I just bought an 06 Frontier CC two weeks ago and while I test drove the car, I noticed the brakes were a bit spongy. I bought the car anyways since I test drove another Frontier CC before with spongy brakes thinking it was normal. Now the truck has ABS with EBD, and I've never owned any cars with ABS and/or EBD. 

Is this normal? Is it normal to have spongy brakes on an ABS/EBD enabled brake system? I mean the truck stops and doesn't seem like it drags nor does it skid. Should I take it to the dealer to take a look at it anyways? Anyone else experiencing this?


----------



## scuba91ta (Aug 19, 2005)

if your concerned enough about it, have the dealer take a peak at it... 

through talking to others and my personal experiance, i have come to see that th ebrakes on our trucks are:

1) very good at stopping the truck
2) the pedal IS soft
3) at a stop, you can bottom out the pedal, this is because of an excess pressure bypass that detects the speed of the vehicle to prevent overly high pressure while not moving


----------



## avenger (Oct 7, 2005)

scuba91ta is right. it's totally normal. I made a thread a long while ago and asked everyone since I was concerned with his #3, hitting the floor with the pedal at stop.


----------



## MrFancypants (Nov 18, 2005)

If someone wants to spec out some SS brake lines, those should stiffen up the pedal quite a bit.


- Greg -


----------



## Z_Rated (Apr 29, 2006)

Possibly a Master Cylinder Brace as well, but there may be valving involved in which case would negate some efforts to stiffen the pedal.
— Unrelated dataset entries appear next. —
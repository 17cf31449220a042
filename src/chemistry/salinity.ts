import { InputError, present, requireNonNegative, requireRange } from './errors';

/**
 * Practical Salinity Scale 1978 (PSS-78), UNESCO (1983) Tech. Pap. Mar. Sci. 44 (Fofonoff &
 * Millard; read):
 *   S = Σ aᵢ Rₜ^(i/2) + ΔS,  ΔS = (t − 15)/(1 + k(t − 15)) Σ bᵢ Rₜ^(i/2)
 *   rₜ = c₀ + c₁t + c₂t² + c₃t³ + c₄t⁴
 *   R_p = 1 + p(e₁ + e₂p + e₃p²)/(1 + d₁t + d₂t² + (d₃ + d₄t) R)
 *   Rₜ = R/(R_p rₜ)
 * with t on IPTS-68 (t₆₈ = 1.00024 t₉₀; we take t in ITS-90 as thermometers read today) and p in
 * decibars. R is the conductivity ratio C(S,t,p)/C(35,15,0), C(35,15,0) = 42.914 mS/cm.
 * Valid for 2 ≤ S ≤ 42, −2 to 35 °C; outside, the result is flagged `inRange: false`.
 */
const A = [0.008, -0.1692, 25.3851, 14.0941, -7.0261, 2.7081];
const B = [0.0005, -0.0056, -0.0066, -0.0375, 0.0636, -0.0144];
const K = 0.0162;
const C = [0.6766097, 2.00564e-2, 1.104259e-4, -6.9698e-7, 1.0031e-9];
const D = [3.426e-2, 4.464e-4, 4.215e-1, -3.107e-3];
const E = [2.07e-5, -6.37e-10, 3.989e-15];

/** Conductivity of standard seawater S = 35 at 15 °C and 0 dbar, µS/cm (UNESCO 1983). */
export const C35_15_0_US_PER_CM = 42914;

export function practicalSalinity(conductivityRatio: number, tempC: number, pressureDbar = 0): number {
  if (!present('conductivityRatio', conductivityRatio)) throw new InputError('conductivityRatio', 'conductivityRatio is required.');
  requireNonNegative('conductivityRatio', conductivityRatio);
  requireRange('conductivityRatio', conductivityRatio, 0, 5, '');
  if (!present('tempC', tempC)) throw new InputError('tempC', 'tempC is required.');
  requireRange('tempC', tempC, -2, 40, '°C');
  if (!present('pressureDbar', pressureDbar)) throw new InputError('pressureDbar', 'pressureDbar must be a number.');
  requireRange('pressureDbar', pressureDbar, 0, 11000, 'dbar');
  if (conductivityRatio === 0) return 0;
  const t = 1.00024 * tempC; // ITS-90 → IPTS-68
  const p = pressureDbar;
  const R = conductivityRatio;
  const rt = C[0]! + t * (C[1]! + t * (C[2]! + t * (C[3]! + t * C[4]!)));
  const Rp = 1 + (p * (E[0]! + p * (E[1]! + p * E[2]!))) / (1 + D[0]! * t + D[1]! * t * t + (D[2]! + D[3]! * t) * R);
  const Rt = R / (Rp * rt);
  const sq = Math.sqrt(Rt);
  let sumA = 0, sumB = 0, pow = 1;
  for (let i = 0; i < 6; i++) {
    sumA += A[i]! * pow;
    sumB += B[i]! * pow;
    pow *= sq;
  }
  return sumA + ((t - 15) / (1 + K * (t - 15))) * sumB;
}

/**
 * Salinity of a sample from its conductivity (µS/cm, at its own temperature, not compensated)
 * and temperature, at the surface. For brackish and coastal sites.
 */
export function salinityFromConductivity(conductivityUsPerCm: number, tempC: number): { salinity: number; inRange: boolean } {
  if (!present('conductivityUsPerCm', conductivityUsPerCm)) throw new InputError('conductivityUsPerCm', 'conductivityUsPerCm is required.');
  requireNonNegative('conductivityUsPerCm', conductivityUsPerCm);
  const salinity = practicalSalinity(conductivityUsPerCm / C35_15_0_US_PER_CM, tempC, 0);
  return { salinity, inRange: salinity >= 2 && salinity <= 42 && tempC >= -2 && tempC <= 35 };
}

/** Salinity from specific conductance at 25 °C (the conductivity a meter reports when compensated to 25 °C). */
export function salinityFromSpecificConductance(scUsPerCm: number): { salinity: number; inRange: boolean } {
  return salinityFromConductivity(scUsPerCm, 25);
}
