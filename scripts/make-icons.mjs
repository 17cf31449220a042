// Draws Bankside's own icons (a sand-coloured bank against teal water with two
// wave lines) and writes them as PNG with Node's zlib: no image tool needed.
// Run: node scripts/make-icons.mjs  (output is committed under public/icons/)
import { deflateSync } from 'node:zlib';
import { writeFileSync, mkdirSync } from 'node:fs';

const NAVY = [11, 61, 79];
const WATER = [47, 150, 168];
const SAND = [226, 196, 132];
const FOAM = [244, 241, 232];

function crc32(buf) {
  let c, crc = 0xffffffff;
  for (let n = 0; n < buf.length; n++) {
    c = (crc ^ buf[n]) & 0xff;
    for (let k = 0; k < 8; k++) c = c & 1 ? 0xedb88320 ^ (c >>> 1) : c >>> 1;
    crc = (crc >>> 8) ^ c;
  }
  return (crc ^ 0xffffffff) >>> 0;
}
function chunk(type, data) {
  const len = Buffer.alloc(4); len.writeUInt32BE(data.length);
  const td = Buffer.concat([Buffer.from(type), data]);
  const crc = Buffer.alloc(4); crc.writeUInt32BE(crc32(td));
  return Buffer.concat([len, td, crc]);
}
function png(size, rgba) {
  const ihdr = Buffer.alloc(13);
  ihdr.writeUInt32BE(size, 0); ihdr.writeUInt32BE(size, 4);
  ihdr[8] = 8; ihdr[9] = 6; ihdr[10] = 0; ihdr[11] = 0; ihdr[12] = 0;
  const raw = Buffer.alloc((size * 4 + 1) * size);
  for (let y = 0; y < size; y++) {
    raw[y * (size * 4 + 1)] = 0;
    rgba.copy(raw, y * (size * 4 + 1) + 1, y * size * 4, (y + 1) * size * 4);
  }
  return Buffer.concat([
    Buffer.from([137, 80, 78, 71, 13, 10, 26, 10]),
    chunk('IHDR', ihdr), chunk('IDAT', deflateSync(raw, { level: 9 })), chunk('IEND', Buffer.alloc(0)),
  ]);
}

/** Colour at unit coordinates (0..1) of the artwork, or null for transparent. */
function art(x, y, full) {
  // 'any' icons: a rounded square; 'maskable': full bleed, art kept in the inner 80 %.
  if (!full) {
    const r = 0.18, dx = Math.max(Math.abs(x - 0.5) - (0.5 - r), 0), dy = Math.max(Math.abs(y - 0.5) - (0.5 - r), 0);
    if (dx * dx + dy * dy > r * r) return null;
  }
  const s = full ? 0.8 : 1; // scale the art into the safe zone
  const u = (x - 0.5) / s + 0.5, v = (y - 0.5) / s + 0.5;
  if (v < 0.36) return NAVY;
  // the bank: a sand slope from lower left
  if (v > 0.36 + (u - 0.05) * 0.9 && u < 0.62) return SAND;
  for (const base of [0.52, 0.7]) {
    const wy = base + 0.035 * Math.sin(u * Math.PI * 4);
    if (Math.abs(v - wy) < 0.028 && u > 0.2) return FOAM;
  }
  return WATER;
}

function draw(size, full) {
  const buf = Buffer.alloc(size * size * 4);
  const ss = 4;
  for (let py = 0; py < size; py++) for (let px = 0; px < size; px++) {
    let r = 0, g = 0, b = 0, a = 0;
    for (let sy = 0; sy < ss; sy++) for (let sx = 0; sx < ss; sx++) {
      const c = art((px + (sx + 0.5) / ss) / size, (py + (sy + 0.5) / ss) / size, full);
      if (c) { r += c[0]; g += c[1]; b += c[2]; a += 1; }
    }
    const i = (py * size + px) * 4, n = ss * ss;
    buf[i] = a ? Math.round(r / a) : 0; buf[i + 1] = a ? Math.round(g / a) : 0;
    buf[i + 2] = a ? Math.round(b / a) : 0; buf[i + 3] = Math.round((a / n) * 255);
  }
  return png(size, buf);
}

mkdirSync('public/icons', { recursive: true });
for (const size of [192, 512]) {
  writeFileSync(`public/icons/icon-${size}.png`, draw(size, false));
  writeFileSync(`public/icons/maskable-${size}.png`, draw(size, true));
}
writeFileSync('public/icons/apple-touch-icon.png', draw(180, true));
console.log('icons written to public/icons/');
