// The office command: re-runs every indicator and data check on a Bankside samples CSV with the
// engine in src/chemistry, streaming (memory flat in the number of rows).
//   npm run -s recompute -- day.csv --out checked.csv
//   npm run -s recompute -- day.csv --lab lab.csv --format values --out values.csv
// Paths are relative to the folder the command was typed in. Without --out the CSV goes to
// standard output (use npm's -s so npm prints nothing of its own there).
import { createReadStream, createWriteStream, renameSync, rmSync } from 'node:fs';
import { join, resolve } from 'node:path';
import { once } from 'node:events';
import { spawnSync } from 'node:child_process';
import { fileURLToPath, pathToFileURL } from 'node:url';

const ROOT = resolve(import.meta.dirname, '..');

// The TypeScript is bundled by Vite in a child process, so the bundler's memory (about 150 MB) is
// gone before the rows stream: this process holds only the engine, the lab index and one buffer.
if (process.env.BANKSIDE_RECOMPUTE_BUILD) {
  const { build } = await import('vite');
  await build({
    configFile: false,
    publicDir: false,
    logLevel: 'error',
    root: ROOT,
    build: { ssr: 'src/exchange/recompute.ts', outDir: process.env.BANKSIDE_RECOMPUTE_BUILD, emptyOutDir: true, target: 'node20', minify: false },
  });
  process.exit(0);
}

async function loadRecompute() {
  const outDir = join(ROOT, 'node_modules', '.cache', 'bankside-recompute', String(process.pid));
  const b = spawnSync(process.execPath, [fileURLToPath(import.meta.url)], { cwd: ROOT, env: { ...process.env, BANKSIDE_RECOMPUTE_BUILD: outDir }, stdio: ['ignore', 'ignore', 'pipe'], encoding: 'utf8' });
  try {
    if (b.status !== 0) throw new Error(`could not build the engine: ${b.stderr || b.error}`);
    return await import(pathToFileURL(join(outDir, 'recompute.js')).href);
  } finally {
    rmSync(outDir, { recursive: true, force: true });
  }
}

const USAGE = 'usage: npm run -s recompute -- samples.csv [--lab lab.csv] [--format samples|values] [--out FILE] [--encoding windows-1252]';
const FORMATS = ['samples', 'values'];

function parseArgs(argv) {
  const opts = { format: 'samples' };
  const positional = [];
  for (let i = 0; i < argv.length; i++) {
    const a = argv[i];
    const value = () => {
      const v = argv[++i];
      if (v === undefined || v.startsWith('--')) throw new Error(`${a} needs a value\n${USAGE}`);
      return v;
    };
    if (a === '--lab') opts.lab = value();
    else if (a === '--out') opts.out = value();
    else if (a === '--format') opts.format = value();
    else if (a === '--encoding') opts.encoding = value();
    else if (a === '--help' || a === '-h') throw new Error(USAGE);
    else if (a.startsWith('--')) throw new Error(`unknown option ${a}\n${USAGE}`);
    else positional.push(a);
  }
  if (positional.length !== 1) throw new Error(USAGE);
  if (!FORMATS.includes(opts.format)) throw new Error(`--format must be one of ${FORMATS.join(', ')} (got ${opts.format})`);
  return { ...opts, input: positional[0] };
}

const here = process.env.INIT_CWD || process.cwd();
let partial = null;
try {
  const opts = parseArgs(process.argv.slice(2));
  const rc = await loadRecompute();
  const inputPath = opts.input === '-' ? null : resolve(here, opts.input);
  const outPath = opts.out ? resolve(here, opts.out) : null;
  if (outPath && outPath === inputPath) throw new Error('--out would overwrite the input file: choose another name');
  let labIndex = new Map();
  if (opts.lab) {
    const labPath = resolve(here, opts.lab);
    let labText = '';
    for await (const t of rc.decodeText(createReadStream(labPath), opts.lab, opts.encoding)) labText += t;
    labIndex = rc.readLabIndex(labText, opts.lab);
  }
  // written beside the target and renamed at the end: a failed run never leaves a half file
  partial = outPath ? `${outPath}.partial` : null;
  const out = partial ? createWriteStream(partial) : process.stdout;
  const write = async (text) => {
    if (!out.write(text)) await once(out, 'drain');
  };
  const bytes = inputPath ? createReadStream(inputPath) : process.stdin;
  const { rows, unmatchedLab } = await rc.recomputeStream(rc.decodeText(bytes, opts.input, opts.encoding), write, labIndex, { format: opts.format });
  if (partial) {
    out.end();
    await once(out, 'finish');
    renameSync(partial, outPath);
    partial = null;
    console.error(`recompute: ${rows} samples → ${opts.out} (${opts.format})`);
  }
  if (unmatchedLab.length > 0) {
    console.error(`recompute: lab results for ${unmatchedLab.length} sample(s) not in ${opts.input} were not used: ${unmatchedLab.slice(0, 20).join(', ')}`);
  }
} catch (e) {
  if (partial) rmSync(partial, { force: true });
  console.error(`recompute: ${e instanceof Error ? e.message : String(e)}`);
  process.exitCode = 1;
}
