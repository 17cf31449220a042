import { InputError, present, requireNonNegative, requireRange } from './errors';
import { C35_15_0_US_PER_CM, practicalSalinity } from './salinity';

/**
 * Ionic strength estimators for when the full composition is not known.
 * All return mol/L (≈ mol/kg in fresh water).
 */

/**
 * Default factor for I from specific conductance, (mol/L)/(µS/cm).
 * Published factors: 1.6×10⁻⁵ (Russell 1976, quoted in Standard Methods 2330; Ponnamperuma et al.
 * 1966 — both from memory) and 1.27×10⁻⁵ (Griffin & Jurinak 1973, Soil Sci. 116:26, from memory).
 * Our default, 1.5×10⁻⁵, lies between them and was chosen against 762 real analyses (USGS INL
 * major-ion data with SC, pH and ANC): the ratio of I computed from the full analysis (with ion
 * pairs) to SC had median 1.49×10⁻⁵, quartiles 1.44–1.53×10⁻⁵ and 5–95 % range 1.21–1.66×10⁻⁵
 * (test/chemistry/real-data.test.ts; DEVELOPERS.md). Na–Cl waters run lower (Kwale data: median 1.19×10⁻⁵).
 */
export const DEFAULT_CONDUCTANCE_FACTOR = 1.5e-5;

/**
 * Relative standard uncertainty (1σ) of the SC-based estimate with the generic factor. From the
 * same real data: the central 95 % of I/SC ratios lie within −21 % to +24 % of the median
 * (test/chemistry/real-data.test.ts), so 11 % is taken as the standard uncertainty (2σ covers the
 * central 95 %; the ratio's tails are heavier than normal, its central 68 % spans only ±5.5 %).
 */
export const CONDUCTANCE_ESTIMATE_REL_UNCERTAINTY = 0.11;

/** Relative standard uncertainty of I from practical salinity for water in seawater proportions (DOE 1994 relation; our estimate for estuarine mixing). */
export const SALINITY_ESTIMATE_REL_UNCERTAINTY = 0.03;

/** I = f × SC. scUsPerCm is specific conductance at 25 °C, µS/cm. Valid for fresh water to about 5,000 µS/cm. */
export function ionicStrengthFromConductance(scUsPerCm: number, factor = DEFAULT_CONDUCTANCE_FACTOR): number {
  if (!present('scUsPerCm', scUsPerCm)) throw new InputError('scUsPerCm', 'scUsPerCm is required.');
  requireNonNegative('scUsPerCm', scUsPerCm);
  if (!present('conductanceFactor', factor) || factor <= 0 || factor > 1e-4) {
    throw new InputError('conductanceFactor', `conductanceFactor must be between 0 and 1e-4 (mol/L per µS/cm); got ${factor}.`);
  }
  return factor * scUsPerCm;
}

/**
 * I ≈ 2.5×10⁻⁵ × TDS (mg/L). Langelier (1936) J. AWWA 28:1500 (from memory). Fresh water,
 * TDS to about 5,000 mg/L; ±30 % or so (common practice).
 */
export function ionicStrengthFromTds(tdsMgL: number): number {
  if (!present('tdsMgL', tdsMgL)) throw new InputError('tdsMgL', 'tdsMgL is required.');
  requireNonNegative('tdsMgL', tdsMgL);
  return 2.5e-5 * tdsMgL;
}

/**
 * Ionic strength of seawater-like water from practical salinity S:
 * I = 19.924 S / (1000 − 1.005 S) mol/kg. DOE (1994) handbook / Dickson et al. (2007) Guide to
 * best practices for ocean CO₂ measurements (from memory); I(35) = 0.7227. Valid for water whose
 * ions are in seawater proportions (estuaries, brackish wells near the coast), S 2–42.
 */
export function ionicStrengthFromSalinity(salinity: number): number {
  if (!present('salinity', salinity)) throw new InputError('salinity', 'salinity is required.');
  requireRange('salinity', salinity, 0, 45, '');
  return (19.924 * salinity) / (1000 - 1.005 * salinity);
}

/** I = ½ Σ cᵢ zᵢ², the definition, from (concentration mol/L, charge) pairs without ion pairing. */
export function ionicStrengthFromIons(ions: Array<{ molL: number; charge: number }>): number {
  let s = 0;
  for (const { molL, charge } of ions) {
    requireNonNegative('concentration', molL);
    s += molL * charge * charge;
  }
  return 0.5 * s;
}

/**
 * SC range (µS/cm at 25 °C) over which the fresh-water factor hands over to the seawater
 * relation, blended by a smoothstep in log SC: fresh below 3,000, seawater proportions above
 * 30,000 (our choice: about practical salinity 1.6 to 19, where estuarine and coastal water
 * dominate the brackish samples).
 */
export const BRACKISH_BLEND_US_PER_CM = { from: 3000, to: 30000 } as const;

/** Practical salinity 42, the top of PSS-78, as specific conductance at 25 °C (µS/cm). */
export const PSS78_MAX_SC_US_PER_CM = (() => {
  let lo = 0, hi = 5;
  for (let i = 0; i < 60; i++) {
    const mid = (lo + hi) / 2;
    if (practicalSalinity(mid, 25) < 42) lo = mid; else hi = mid;
  }
  return lo * C35_15_0_US_PER_CM;
})();

/** Weight of the seawater relation in the SC-based estimate (0 fresh, 1 seawater proportions). */
export function seawaterWeight(scUsPerCm: number): number {
  const { from, to } = BRACKISH_BLEND_US_PER_CM;
  if (scUsPerCm <= from) return 0;
  if (scUsPerCm >= to) return 1;
  const x = Math.log(scUsPerCm / from) / Math.log(to / from);
  return x * x * (3 - 2 * x);
}

/** Practical salinity from SC at 25 °C; beyond PSS-78's top (S 42) extended in proportion to SC. */
export function salinityFromScExtended(scUsPerCm: number): number {
  if (scUsPerCm <= 0) return 0;
  if (scUsPerCm <= PSS78_MAX_SC_US_PER_CM) return Math.max(0, practicalSalinity(scUsPerCm / C35_15_0_US_PER_CM, 25));
  return 42 * (scUsPerCm / PSS78_MAX_SC_US_PER_CM);
}

export interface ScIonicStrength {
  /** mol/L */
  value: number;
  /** relative standard uncertainty (fraction) */
  relUncertainty: number;
  /** weight of the seawater relation, 0–1 */
  seawaterWeight: number;
  /** practical salinity from SC (PSS-78 at 25 °C, extended beyond S 42) */
  salinity: number;
  /** true when SC is beyond the PSS-78 range and the value is extrapolated */
  beyondPss78: boolean;
}

/**
 * One continuous ionic-strength estimate from specific conductance, fresh water to seawater:
 *   I = (1 − w) f SC + w I_sw(S(SC)),
 * f the fresh-water factor ({@link DEFAULT_CONDUCTANCE_FACTOR} or a site's own), I_sw the
 * seawater-proportion relation ({@link ionicStrengthFromSalinity}) of the PSS-78 salinity at
 * 25 °C, w = {@link seawaterWeight}. Relative standard uncertainty: the blend of the two
 * estimates' own, plus the half-difference of the two estimates weighted by 2w(1 − w) (the
 * doubt about which relation the water follows). With `siteFactor` the site's own factor is
 * used at every SC (its analyses are the best evidence for that water). Beyond S = 42 the
 * seawater relation is extended in proportion to SC (flagged `beyondPss78`, uncertainty ≥ 20 %).
 */
export function ionicStrengthFromSpecificConductance(
  scUsPerCm: number,
  factor = DEFAULT_CONDUCTANCE_FACTOR,
  factorRel = CONDUCTANCE_ESTIMATE_REL_UNCERTAINTY,
  siteFactor = false,
): ScIonicStrength {
  const fresh = ionicStrengthFromConductance(scUsPerCm, factor);
  const salinity = salinityFromScExtended(scUsPerCm);
  const beyondPss78 = scUsPerCm > PSS78_MAX_SC_US_PER_CM;
  if (siteFactor) return { value: fresh, relUncertainty: factorRel, seawaterWeight: 0, salinity, beyondPss78 };
  const w = seawaterWeight(scUsPerCm);
  if (w === 0) return { value: fresh, relUncertainty: factorRel, seawaterWeight: 0, salinity, beyondPss78 };
  const s = Math.min(salinity, 42);
  let sw = (19.924 * s) / (1000 - 1.005 * s);
  if (beyondPss78) sw *= scUsPerCm / PSS78_MAX_SC_US_PER_CM;
  const value = (1 - w) * fresh + w * sw;
  const between = fresh > 0 && sw > 0 ? Math.abs(Math.log(fresh / sw)) / 2 : 0;
  let rel = (1 - w) * factorRel + w * SALINITY_ESTIMATE_REL_UNCERTAINTY + 2 * w * (1 - w) * between;
  // beyond S = 42 the brine's proportions are unknown: at least 20 % (our choice)
  if (beyondPss78) rel = Math.max(rel, 0.2);
  return { value, relUncertainty: rel, seawaterWeight: w, salinity, beyondPss78 };
}
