import { DEFAULT_PROFILE, DEFAULT_QC_LIMITS, profileRef, type MethodProfile, type ProfileRef, type QcParameter } from './profiles';
import { replicateRpd } from './stabilization';

/** Values of one sample for QC, in the engine's units (°C, pH, µS/cm at 25 °C, mg/L, mg/L as CaCO₃). */
export type QcValues = Partial<Record<QcParameter, number>>;

export interface QcCheck {
  parameter: QcParameter;
  /** the QC sample's value */
  value: number;
  /** the parent's value (replicates) */
  parentValue?: number;
  /** |value − parentValue| (replicates) */
  difference?: number;
  /** relative percent difference (replicates, ratio quantities) */
  rpdPercent?: number;
  pass: boolean;
  /** what was compared with what, in words */
  message: string;
}

export interface QcVerdict {
  kind: 'replicate' | 'blank';
  /** true: every judged parameter passes; false: one fails; undefined: nothing could be judged */
  pass: boolean | undefined;
  checks: QcCheck[];
  profile: ProfileRef;
}

const NAMES: Record<QcParameter, string> = { temperature: 'Temperature', pH: 'pH', sc: 'SC', do: 'DO', alkalinity: 'Alkalinity', calcium: 'Calcium' };
const UNITS: Record<QcParameter, string> = { temperature: ' °C', pH: '', sc: ' µS/cm', do: ' mg/L', alkalinity: ' mg/L CaCO₃', calcium: ' mg/L' };
const ORDER: QcParameter[] = ['temperature', 'pH', 'sc', 'do', 'alkalinity', 'calcium'];

const fmt = (v: number) => (Math.abs(v) >= 100 ? v.toFixed(0) : Math.abs(v) >= 10 ? v.toFixed(1) : v.toFixed(2));
const verdictOf = (checks: QcCheck[]) => (checks.length === 0 ? undefined : checks.every((c) => c.pass));

/**
 * A field replicate against its parent, parameter by parameter: RPD = 100 |a − b| / ((a + b)/2)
 * (common QC practice, e.g. EPA SW-846 ch. 1) within the profile's limit, or the plain difference
 * within its limit (pH and temperature by difference only). Parameters missing on either side are
 * not judged. Limits: the profile's `qc.replicate` (defaults in {@link DEFAULT_QC_LIMITS}).
 */
export function replicateVerdict(replicate: QcValues, parent: QcValues, profile: MethodProfile = DEFAULT_PROFILE): QcVerdict {
  const limits = (profile.qc ?? DEFAULT_QC_LIMITS).replicate;
  const checks: QcCheck[] = [];
  for (const p of ORDER) {
    const a = replicate[p];
    const b = parent[p];
    if (a === undefined || b === undefined || !Number.isFinite(a) || !Number.isFinite(b)) continue;
    const lim = limits[p];
    const difference = Math.abs(a - b);
    const rpd = lim.maxRpdPercent !== undefined ? replicateRpd(a, b) : undefined;
    const byRpd = rpd !== undefined && lim.maxRpdPercent !== undefined && rpd <= lim.maxRpdPercent + 1e-9;
    const byAbs = lim.maxAbsDiff !== undefined && difference <= lim.maxAbsDiff + 1e-9;
    const pass = byRpd || byAbs;
    const allowed = [lim.maxRpdPercent !== undefined ? `${lim.maxRpdPercent} %` : '', lim.maxAbsDiff !== undefined ? `${lim.maxAbsDiff}${UNITS[p]}` : ''].filter(Boolean).join(' or ');
    const said = rpd !== undefined ? `RPD ${rpd.toFixed(1)} % (difference ${fmt(difference)}${UNITS[p]})` : `difference ${fmt(difference)}${UNITS[p]}`;
    checks.push({
      parameter: p,
      value: a,
      parentValue: b,
      difference,
      ...(rpd !== undefined ? { rpdPercent: rpd } : {}),
      pass,
      message: `${NAMES[p]} ${fmt(a)} vs ${fmt(b)}: ${said}, allowed ${allowed}.`,
    });
  }
  return { kind: 'replicate', pass: verdictOf(checks), checks, profile: profileRef(profile) };
}

/**
 * A field blank against the profile's blank limits (`qc.blank`): SC, alkalinity and calcium at or
 * below them. A blank is deionized water: it is never judged against natural-water ranges.
 */
export function blankVerdict(blank: QcValues, profile: MethodProfile = DEFAULT_PROFILE): QcVerdict {
  const lim = (profile.qc ?? DEFAULT_QC_LIMITS).blank;
  const max: Partial<Record<QcParameter, number>> = { sc: lim.scUsPerCm, alkalinity: lim.alkalinityMgLCaCO3, calcium: lim.caMgL };
  const checks: QcCheck[] = [];
  for (const p of ORDER) {
    const v = blank[p];
    const m = max[p];
    if (v === undefined || m === undefined || !Number.isFinite(v)) continue;
    const pass = v <= m + 1e-9;
    checks.push({ parameter: p, value: v, pass, message: `${NAMES[p]} ${fmt(v)}${UNITS[p]} in the blank, allowed up to ${m}${UNITS[p]}.` });
  }
  return { kind: 'blank', pass: verdictOf(checks), checks, profile: profileRef(profile) };
}
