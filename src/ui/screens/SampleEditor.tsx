import { useEffect, useMemo, useRef, useState } from 'preact/hooks';
import type { Derived } from '../../records/derive';
import type { ChemWarning, StabilizationResult } from '../../chemistry';
import { isoWithOffset } from '../../records/time';
import type { Sample } from '../../records/schema';
import { onChange, setBeforeClose } from '../../store/connection';
import {
  adoptOrphanDraft,
  deleteDraft,
  deleteSample,
  getDraft,
  getSample,
  history,
  listSites,
  loadSchemas,
  putDraft,
  restoreSample,
  saveSample,
  StoreError,
  toStoreError,
} from '../../store/records';
import { Choice, CoreField, Fold, moveOnEnter, SelectField, TextField, TimeField } from '../components/Field';
import { Icon } from '../components/Icon';
import { ConflictChoice } from '../components/ConflictChoice';
import { NotFound } from '../components/NotFound';
import { RejudgeNote } from '../components/RejudgeNote';
import { liveTabIds, tabId } from '../tab';
import { RepeatedReadings } from '../components/Readings';
import { ResultsPanel } from '../components/Results';
import { StateBadge } from '../components/State';
import { SampleCode } from '../components/SampleCode';
import { ParentPicker, QcLiveVerdict } from '../day/QcSection';
import { dayMeters } from '../day/DayMeters';
import { TitrationPlot } from '../components/TitrationPlot';
import { useLive, useProfile, useProfileOf, useSettingsState } from '../data';
import { applyFormToSample, emptyForm, formFromSample, formToSample, ION_FIELDS, type SampleForm, type TimedRaw } from '../forms/sample-form';
import { deriveLive } from '../forms/live-derive';
import { useFolds } from '../folds';
import { showMoment, showTime } from '../format';
import { ACTION_WORDS, describeChange } from '../history-words';
import { splitWarnings } from '../warning-kinds';
import { go } from '../router';
import { registerDraftSaver } from '../sw-bridge';
import { downloadText } from '../../exchange/share';
import { NewSiteInline } from './Sites';

type SampleInputLike = Parameters<typeof saveSample>[0] & { id?: string; createdAt?: string; revision?: number; sampleCode?: string };

const AUTOSAVE_MS = 400;
/** while typing goes on without a pause, the draft is still saved at least this often */
const AUTOSAVE_MAX_WAIT_MS = 1000;

/** Drafts are kept per tab: "draft:sample:new:<tab>" or "draft:sample:<id>:<tab>". */
function draftPrefixFor(sampleId: string | undefined): string {
  return sampleId ? `draft:sample:${sampleId}` : 'draft:sample:new';
}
Could be a classic case of fixing something that is not broken.


----------



## scuba91ta (Aug 19, 2005)

keep in mind bleeding a system like ours is a mucho PIA..


----------



## avenger (Oct 7, 2005)

scuba91ta said:


> keep in mind bleeding a system like ours is a mucho PIA..


thats why i bought a pressure pump long ago for my abs acura...


----------